The study has been published in Molecular Cell.

RNA is a more transient molecule than DNA. A type of RNA, known as messenger RNA (mRNA), functions as the intermediate ‘messenger’ that carries information from DNA to make proteins – the basic building blocks of cellular components.

“DNA damage is serious as the mutations will get passed down to progenies of the cells, RNA damage happens all the time and does not cause permanent mutations. Therefore, we used to believe that the RNA is less important, as long as the DNA is intact. But in fact, damages to the RNA are the first to trigger a response to UV radiation,” Anna Constance Vind explains.

The new study was conducted on mice as well as human skin cells, and the objective was to describe the impact of UV radiation on the skin and what causes these damages. The researchers found the same skin response to UV radiation exists in both mice and human cells.

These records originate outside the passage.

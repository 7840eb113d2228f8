package report

import (
	"fmt"
	"io"

	"github.com/riskaudit/riskaudit/validate"
)

// WriteComparison renders a comparison of two models as Markdown; figure
// is the file name of the decision-curve figure beside it.
func WriteComparison(w io.Writer, c *validate.Comparison, figure string) error {
	ew := &errWriter{w: w}
	p := func(format string, args ...any) { fmt.Fprintf(ew, format, args...) }
	d := c.DeLong
	p("# Model comparison: %s against %s\n\n", Escape(c.ModelA), Escape(c.ModelB))
	p("On the %d patients of %s with every value both models need (%d events). Made by %s.\n\n", c.Used, Escape(c.Cohort), c.Events, c.Tool)
	better := "a"
	if d.Difference < 0 {
		better = "b"
	}
	verdict := fmt.Sprintf("The AUCs differ by %.4f (a − b; 95%% CI %.4f to %.4f; z = %.2f, p %s): ", d.Difference, d.DifferenceCI[0], d.DifferenceCI[1], d.Z, FormatP(d.P))
	if d.DifferenceCI[0] > 0 || d.DifferenceCI[1] < 0 {
		verdict += fmt.Sprintf("model %s discriminates better, beyond chance.", better)
	} else {
		verdict += "no evidence that either discriminates better."
	}
	p("## Discrimination\n\n%s\n\n", verdict)
	p("| | AUC |\n|---|---|\n| a: %s | %.4f |\n| b: %s | %.4f |\n\n", Escape(c.ModelA), d.AUCA, Escape(c.ModelB), d.AUCB)
	p("Paired DeLong test (DeLong, DeLong & Clarke-Pearson 1988): the variance of the difference uses the covariance of the two models' structural components over the same patients (correlation of the two AUCs %.3f).\n\n", d.Correlation)
	b := c.Brier
	p("## Overall accuracy\n\nBrier score a %.4f, b %.4f; difference a − b %.4f, 95%% bootstrap percentile interval %.4f to %.4f (%d replicates, seed %d). A negative difference favours a.\n\n",
		b.A, b.B, b.Difference, b.DifferenceCI[0], b.DifferenceCI[1], b.Replicates, b.Seed)
	p("## Clinical usefulness\n\n| threshold | net benefit a | net benefit b | treat everyone |\n|---|---|---|---|\n")
	for _, nb := range c.NetBenefit {
		p("| %.1f%% | %.4f | %.4f | %.4f |\n", 100*nb.Threshold, nb.A, nb.B, nb.TreatAll)
	}
	p("\n![Decision curves of both models](%s)\n\n## Caution\n\n%s\n", figure, c.Caution)
	return ew.err
}
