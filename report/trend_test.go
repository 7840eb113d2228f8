package report

import (
	"bytes"
	"strings"
	"testing"

	"github.com/riskaudit/riskaudit/history"
	"github.com/riskaudit/riskaudit/trend"
)

// TestTrendReportNamesModels: the trend report names the model of every
// audit, says what it cannot know (a new model without a parent; records
// without their criteria) and how many audits that concerns.
func TestTrendReportNamesModels(t *testing.T) {
	at := func(v float64) *float64 { return &v }
	crit := []history.Criterion{{Measure: "auc", AtLeast: at(0.7), Severity: "fail"}, {Measure: "ici", AtMost: at(0.03), Severity: "review"}}
	recs := []history.Record{
		{ID: 1, AuditDate: "2026-01-31", Model: "Ward | model", ModelSHA: "1111111122222222", Expected: 50, OE: [3]float64{1, 0.8, 1.2}, Cohort: "jan.csv"},
		{ID: 2, AuditDate: "2026-02-28", Model: "predicted risks in column vendor_risk", Expected: 50, OE: [3]float64{1, 0.8, 1.2}, Cohort: "feb.csv", Criteria: crit},
	}
	tr, err := trend.Build(recs)
	if err != nil {
		t.Fatal(err)
	}
	var b bytes.Buffer
	if err := WriteTrend(&b, tr, "h.sqlite", nil); err != nil {
		t.Fatal(err)
	}
	md := b.String()
	for _, want := range []string{
		"2 audits of 2 models recorded in `h.sqlite`, from 2026-01-31 to 2026-02-28.",
		"| 1     | Ward \\| model ",
		"| none (a column of risks) |",
		"- **From 2026-02-28: model 2** (predicted risks in column vendor\\_risk) enters after model 1; its provenance names no model it updates, so the history cannot tell whether it replaces model 1 or runs beside it.",
		"The charts mark this date with a dashed vertical line.",
		"over the audits judged by each: `auc` ≥ 0.7 (fail). A bound",
		"1 of the 2 audits were recorded without the criteria they were judged by",
		"| 1      | 2026-01-31 | 1 (11111111) | jan.csv ",
		"| 2      | 2026-02-28 | 2            | feb.csv ",
		"- Model 1: the audit's O/E lies within its 99.8% control limits",
		"clinical governance",
	} {
		if !strings.Contains(md, want) {
			t.Errorf("trend.md lacks %q:\n%s", want, md)
		}
	}
	if strings.Contains(md, "ici") {
		t.Error("trend.md lists a criterion on a measure it does not chart")
	}
}
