package report

import (
	"strings"

	"github.com/riskaudit/riskaudit/validate"
)

// The appendix maps the report to the items of the TRIPOD+AI statement
// (Collins GS, Moons KGM, Dhiman P, et al. TRIPOD+AI statement: updated
// guidance for reporting clinical prediction models that use regression
// or machine learning methods. BMJ 2024;385:e078378) that apply to an
// evaluation of a model's performance (those marked E or D;E). Each item
// is described by its topic in our own words, not the statement's; the
// item numbers follow a transcription of the checklist, to be checked
// against the published one (DEVELOPERS.md).

// tripodItem is one checklist item: its number, its topic in brief, and
// what the audit a holds for it (in) and what the team must add
// (supply); either may be empty.
type tripodItem struct {
	id, topic string
	cover     func(a *validate.Audit) (in, supply string)
}

// fixed is an item's cover that does not depend on the audit.
func fixed(in, supply string) func(*validate.Audit) (string, string) {
	return func(*validate.Audit) (string, string) { return in, supply }
}

// purposeCover says which of the purpose fields keys are stated, and
// asks for the rest.
func purposeCover(a *validate.Audit, keys []string, also string) (string, string) {
	var have, missing []string
	for _, k := range keys {
		label := strings.ReplaceAll(k, "_", " ")
		if a.Model.Purpose != nil && a.Model.Purpose.Get(k) != "" {
			have = append(have, label)
		} else {
			missing = append(missing, label)
		}
	}
	in, supply := "", also
	if len(have) > 0 {
		in = "Stated purpose: " + strings.Join(have, ", ")
	}
	if len(missing) > 0 {
		m := "the " + andList(missing) + " (a `purpose` section of the spec or plan)"
		if supply == "" {
			supply = m
		} else {
			supply = m + "; " + supply
		}
	}
	return in, supply
}

var tripodItems = []tripodItem{
	{"1", "title: an evaluation of a prediction model, its population and outcome", func(a *validate.Audit) (string, string) {
		return purposeCover(a, []string{"target_population"}, "a title naming the study as an evaluation of the model, with the population and the outcome")
	}},
	{"2", "abstract", fixed("Summary (the measures in plain words)", "a structured abstract (the statement's checklist for abstracts)")},
	{"3a", "healthcare context, diagnostic or prognostic, rationale, existing models", func(a *validate.Audit) (string, string) {
		return purposeCover(a, []string{"intended_use"}, "the clinical context, why the model is evaluated, and other models for the same use")
	}},
	{"3b", "target population, intended use in the care pathway, intended users", func(a *validate.Audit) (string, string) {
		return purposeCover(a, []string{"target_population", "intended_use", "setting"}, "where in the care pathway the model is used, and by whom")
	}},
	{"3c", "known health inequalities between sociodemographic groups", fixed("", "what is known of inequalities between groups of patients")},
	{"4", "objectives: development, evaluation or both", func(a *validate.Audit) (string, string) {
		if a.CohortIsDevelopment {
			return "Header: the model's performance on its development data, with internal validation", "the study's objectives"
		}
		return "Header: an evaluation of the model on this cohort", "the study's objectives in your words"
	}},
	{"5a", "data sources, why they were used, how representative they are", fixed("Provenance: every file read, with its SHA-256", "the source of each dataset (registry, routine care, trial), why it was used and how representative it is")},
	{"5b", "dates of the data: start and end of accrual and of follow-up", fixed("Header and Provenance: the audit date", "the start and end of accrual and, where it applies, of follow-up")},
	{"6a", "study setting, number and location of centres", func(a *validate.Audit) (string, string) {
		return purposeCover(a, []string{"setting"}, "the number and location of centres")
	}},
	{"6b", "eligibility criteria", fixed("", "the eligibility criteria of the cohort")},
	{"6c", "treatments received and how they were handled", fixed("", "treatments received, where they matter, and how they were handled")},
	{"7", "data preparation and quality checks", fixed("Cohort (rows left out for missing values) and Provenance (column renames)", "how the extract was prepared and checked, and whether alike across groups of patients")},
	{"8a", "outcome: definition, time horizon, how and when assessed", func(a *validate.Audit) (string, string) {
		in, supply := purposeCover(a, []string{"outcome_definition", "prediction_horizon"}, "how and when the outcome was assessed, and whether alike across groups of patients")
		return joinCover("Header: the outcome column and the value counted as an event", in), supply
	}},
	{"8b", "qualifications of outcome assessors, where judgement is needed", fixed("", "who assessed the outcome, where that needs judgement")},
	{"8c", "blinding of outcome assessment", fixed("", "whether the outcome was assessed blind to the predictors")},
	{"9b", "predictors: definitions, how and when measured", fixed("Provenance: the model's spec file (its terms, coding and transforms)", "how and when each predictor was measured in this cohort")},
	{"9c", "qualifications of predictor assessors, where judgement is needed", fixed("", "who assessed the predictors, where that needs judgement")},
	{"10", "sample size: how it was arrived at, why it is enough", fixed("Was the cohort large enough? (Riley et al. 2021)", "how the cohort's size was arrived at")},
	{"11", "missing data: how handled, reasons", fixed("Cohort: rows left out per column; Methods: complete-case analysis", "why the values are missing, and whether the complete cases can stand for the cohort")},
	{"12d", "heterogeneity across clusters (such as hospitals)", func(a *validate.Audit) (string, string) {
		if a.Clusters != nil {
			return "Across " + code(a.Clusters.Column) + ": random-effects meta-analysis of the measures across clusters (τ², I², prediction intervals)", ""
		}
		if len(a.Subgroups) > 0 {
			return "Subgroups (when a subgroup column is a centre)", "how heterogeneity between centres was examined"
		}
		return "", "whether performance differs between centres (audit with --subgroups on a centre column)"
	}},
	{"12e", "measures and plots of performance, and their rationale", fixed("Methods, and the figures of each section", "")},
	{"12f", "model updating arising from the evaluation", func(a *validate.Audit) (string, string) {
		if a.Update != nil {
			return "Model updating (closed testing, Vergouwe et al. 2017)", ""
		}
		return "", "any updating of the model (none was done in this audit)"
	}},
	{"12g", "how the predictions were calculated", func(a *validate.Audit) (string, string) {
		if a.Model.Source == "predicted risks" {
			return "Header: the column of predicted risks", "how the risks in that column were computed (software, version, model)"
		}
		return "Provenance: the frozen model's file and SHA-256; riskaudit computed the risks", ""
	}},
	{"13", "class imbalance methods", fixed("the audit uses none", "whether the model's development used any, and how the model was then recalibrated")},
	{"14", "fairness: approaches and rationale", func(a *validate.Audit) (string, string) {
		if len(a.Subgroups) > 0 {
			return "Subgroups: performance by group", "the approach to fairness and its rationale"
		}
		return "", "the approach to fairness and its rationale (audit with --subgroups for performance by group)"
	}},
	{"16", "differences between development and evaluation data", func(a *validate.Audit) (string, string) {
		if a.CaseMix != nil {
			return "Case-mix: development data against this cohort", "differences in setting, eligibility and the definitions of outcome and predictors"
		}
		return "", "differences in setting, eligibility, outcome and predictors (audit with --dev for the case-mix comparison)"
	}},
	{"17", "ethical approval and consent", fixed("", "the approving body and the consent or its waiver")},
	{"18a", "funding", fixed("", "the funding and the funders' role")},
	{"18b", "conflicts of interest", fixed("", "conflicts of interest")},
	{"18c", "protocol", fixed("", "where the protocol is, or that there is none")},
	{"18d", "registration", fixed("", "the registration, or that there is none")},
	{"18e", "data sharing", fixed("", "whether and how the data are available")},
	{"18f", "code sharing", fixed("Provenance: the tool, its version and the command line", "where the analysis (this command line, any plan) is kept")},
	{"19", "patient and public involvement", fixed("", "any patient and public involvement, or that there was none")},
	{"20a", "flow of participants, with and without the outcome", fixed("Cohort: rows read, left out and used; events", "the flow before the extract (a diagram helps) and the follow-up time")},
	{"20b", "characteristics of the participants", func(a *validate.Audit) (string, string) {
		if a.CaseMix != nil {
			return "Case-mix: each predictor's distribution; Cohort: events and missing values", "key dates, demographics beyond the predictors, treatments and follow-up"
		}
		return "Cohort: events and missing values", "the participants' characteristics (audit with --dev for each predictor's distribution)"
	}},
	{"20c", "evaluation data against development data: predictors and outcome", func(a *validate.Audit) (string, string) {
		if a.CaseMix != nil {
			return "Case-mix: standardised differences and the membership model", ""
		}
		return "", "a comparison with the development data (audit with --dev)"
	}},
	{"21", "participants and events in each analysis", fixed("Cohort; Development data compared and Internal validation, when run", "")},
	{"23a", "performance with confidence intervals, including key subgroups", func(a *validate.Audit) (string, string) {
		in := "Discrimination, Calibration, Overall accuracy, Clinical usefulness"
		if len(a.Subgroups) > 0 {
			return in + ", Subgroups", ""
		}
		return in, "performance in key subgroups of patients (audit with --subgroups)"
	}},
	{"23b", "heterogeneity of performance across clusters", func(a *validate.Audit) (string, string) {
		if a.Clusters != nil {
			return "Across " + code(a.Clusters.Column) + ": each cluster's measures, the pooled measures with their prediction intervals, and the forest plots", ""
		}
		if len(a.Subgroups) > 0 {
			return "Subgroups (when a subgroup column is a centre)", ""
		}
		return "", "if examined, performance by centre"
	}},
	{"24", "results of model updating", func(a *validate.Audit) (string, string) {
		if a.Update != nil {
			return "Model updating: the updated model and its expected performance", "the updated model's own validation"
		}
		return "", "any updating (none was done in this audit)"
	}},
	{"25", "overall interpretation, including fairness", fixed("Summary: what each measure means", "the overall interpretation beside the objectives and previous studies")},
	{"26", "limitations and their effect on bias, uncertainty and generalisability", fixed("Was the cohort large enough?; Cohort: missing values", "the study's limitations")},
	{"27c", "next steps for research, applicability and generalisability", fixed("", "the next steps")},
}

// tripod writes the appendix.
func (r *renderer) tripod() {
	r.p("\n## Appendix: reporting checklist (TRIPOD+AI)\n\n")
	r.p("The items of the TRIPOD+AI statement (Collins et al., BMJ 2024) that apply to the evaluation of a model's performance, each described in brief in our words (the statement's own wording and explanation govern), with the section of this report that gives what riskaudit can know, and what the team must still supply from knowledge of the study.\n\n")
	t := table{head: []string{"item", "topic", "in this report", "still to supply"}}
	var covered, partly, team []string
	for _, it := range tripodItems {
		in, supply := it.cover(r.a)
		switch {
		case supply == "":
			covered = append(covered, it.id)
		case in == "":
			team = append(team, it.id)
		default:
			partly = append(partly, it.id)
		}
		if in == "" {
			in = "—"
		}
		if supply == "" {
			supply = "—"
		}
		t.add(it.id, it.topic, in, supply)
	}
	t.write(r.w)
	list := func(ids []string) string {
		if len(ids) == 0 {
			return "none"
		}
		return strings.Join(ids, ", ")
	}
	r.p("Covered by this report: %s. Begun here, for the team to complete: %s. For the team alone: %s.\n\n", list(covered), list(partly), list(team))
	r.p("The items for developing a model (9a, 12a–12c, 15, 22, 27a, 27b) belong to the report of the model's development")
	if d := r.a.Development; d != nil && d.Fit != nil {
		r.p("; this audit fitted the recipe, and the section Model fit on the development data gives the fitted model")
		if r.a.Internal != nil {
			r.p(" and Internal validation its internal validation")
		}
	}
	r.p(".\n")
}

// joinCover joins two parts of what the report holds for an item.
func joinCover(a, b string) string {
	switch {
	case a == "":
		return b
	case b == "":
		return a
	}
	return a + "; " + b
}
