func main() {
	only := flag.String("only", "", "run only the mutations whose name contains this text (alternatives separated by |)")
	skip := flag.Int("skip", 0, "skip the first N mutations of the list")
	flag.Parse()
	root, err := os.Getwd()
	if err != nil {
		fail(err)
	}
	tmp, err := os.MkdirTemp("", "riskaudit-mutate-")
	if err != nil {
		fail(err)
	}
	defer os.RemoveAll(tmp)
	if err := copyRepo(root, tmp); err != nil {
		fail(err)
	}
	start := time.Now()
	killed, survived, stale := 0, 0, 0
	var survivors []string
	for i, m := range mutations {
		if i < *skip {
			continue
		}
		if *only != "" && !matchesAny(m.name, strings.Split(*only, "|")) {
			continue
		}
		path := filepath.Join(tmp, m.file)
		orig, err := os.ReadFile(path)
		if err != nil {
			fail(err)
		}
		if n := strings.Count(string(orig), m.old); n != 1 {
			fmt.Printf("STALE     %-55s %s: text found %d times\n", m.name, m.file, n)
			stale++
			continue
		}
		if err := os.WriteFile(path, []byte(strings.Replace(string(orig), m.old, m.new, 1)), 0o644); err != nil {
			fail(err)
		}
		t0 := time.Now()
		ok, out := runTests(tmp, m)
		if err := os.WriteFile(path, orig, 0o644); err != nil {
			fail(err)
		}
		if !ok && (strings.Contains(out, "[build failed]") || strings.Contains(out, "[setup failed]")) {
			// A mutation that does not compile tests nothing.
			fmt.Printf("BROKEN    %-55s does not build%s\n", m.name, firstFailure(out))
			stale++
			continue
		}
		if ok {
			survived++
			survivors = append(survivors, m.name)
			fmt.Printf("SURVIVED  %-55s (%s)\n", m.name, time.Since(t0).Round(time.Second))
		} else {
			killed++
			fmt.Printf("killed    %-55s (%s)%s\n", m.name, time.Since(t0).Round(time.Second), firstFailure(out))
		}
	}
	total := killed + survived
	if total == 0 {
		fmt.Println("no mutation run")
		return
	}
	fmt.Printf("\n%d of %d mutations killed (%.0f%%), %d survived, %d stale, in %s\n",
		killed, total, 100*float64(killed)/float64(total), survived, stale, time.Since(start).Round(time.Second))
	for _, s := range survivors {
		fmt.Println("  survived:", s)
	}
}

func matchesAny(name string, parts []string) bool {
	for _, p := range parts {
		if strings.Contains(name, p) {
			return true
		}
	}
	return false
}

// runTests runs m's packages' tests in dir; it reports whether they
// passed (the mutation survived) and their output.
func runTests(dir string, m mutation) (bool, string) {
	ctx, cancel := context.WithTimeout(context.Background(), 6*time.Minute)
	defer cancel()
	args := []string{"test", "-short", "-count=1"}
	// A package written pkg@Filter runs only the tests Filter selects.
	var pkgs []string
	for _, p := range m.pkgs {
		if pkg, filter, ok := strings.Cut(p, "@"); ok {
			if ok, out := goTest(ctx, dir, append(append([]string{}, args...), "-run", filter, pkg)); !ok {
				return false, out
			}
			continue
		}
		pkgs = append(pkgs, p)
	}
	m.pkgs = pkgs
	if len(m.pkgs) == 0 {
		return true, ""
	}
	if m.run != "" {
		// The filter applies to every package: keep each package's own
		// tests by adding it only where it names tests of cmd/riskaudit.
		var plain, filtered []string
		for _, p := range m.pkgs {
			if p == "./cmd/riskaudit" {
				filtered = append(filtered, p)
			} else {
				plain = append(plain, p)
			}
		}
		ok1, out1 := true, ""
		if len(plain) > 0 {
			ok1, out1 = goTest(ctx, dir, append(args, plain...))
		}
		if !ok1 {
			return false, out1
		}
		return goTest(ctx, dir, append(append(args, "-run", m.run), filtered...))
	}
	return goTest(ctx, dir, append(args, m.pkgs...))
}

func goTest(ctx context.Context, dir string, args []string) (bool, string) {
	cmd := exec.CommandContext(ctx, "go", args...)
	cmd.Dir = dir
	out, err := cmd.CombinedOutput()
	return err == nil, string(out)
}

// firstFailure is the first failing test's name in go test output.
func firstFailure(out string) string {
	for _, l := range strings.Split(out, "\n") {
		if strings.HasPrefix(strings.TrimSpace(l), "--- FAIL") {
			return " " + strings.TrimSpace(l)
		}
	}
	for _, l := range strings.Split(out, "\n") {
		if strings.Contains(l, "build failed") || strings.Contains(l, "cannot use") {
			return " (does not build: " + strings.TrimSpace(l) + ")"
		}
	}
	return ""
}

// copyRepo copies the files git tracks (and untracked ones not ignored)
// from root into dst.
func copyRepo(root, dst string) error {
	out, err := exec.Command("git", "-C", root, "ls-files", "--cached", "--others", "--exclude-standard").Output()
	if err != nil {
		return fmt.Errorf("listing the repository's files: %w", err)
	}
	for _, f := range strings.Split(strings.TrimSpace(string(out)), "\n") {
		if f == "" {
			continue
		}
		if err := copyFile(filepath.Join(root, f), filepath.Join(dst, f)); err != nil {
			return err
		}
	}
	return nil
}

func copyFile(src, dst string) error {
	in, err := os.Open(src)
	if err != nil {
		if os.IsNotExist(err) {
			return nil // deleted in the worktree but not yet in the index
		}
		return err
	}
	defer in.Close()
	if err := os.MkdirAll(filepath.Dir(dst), 0o755); err != nil {
		return err
	}
	out, err := os.Create(dst)
	if err != nil {
		return err
	}
	if _, err := io.Copy(out, in); err != nil {
		out.Close()
		return err
	}
	return out.Close()
}

func fail(err error) {
	fmt.Fprintln(os.Stderr, "mutate:", err)
	os.Exit(2)
}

A built-in surveillance system for RNA damage

mRNA damage triggers a response in ribosomes (protein complexes that “read” the mRNA to synthesise protein), orchestrated by a protein known as ZAK-alpha – the so-called ribotoxic stress response – the new study shows. The response can be described as a surveillance system within the cells, which registers the RNA damage, leading to inflammatory signalling and recruitment of immune cells, which then leads to inflammation of the skin.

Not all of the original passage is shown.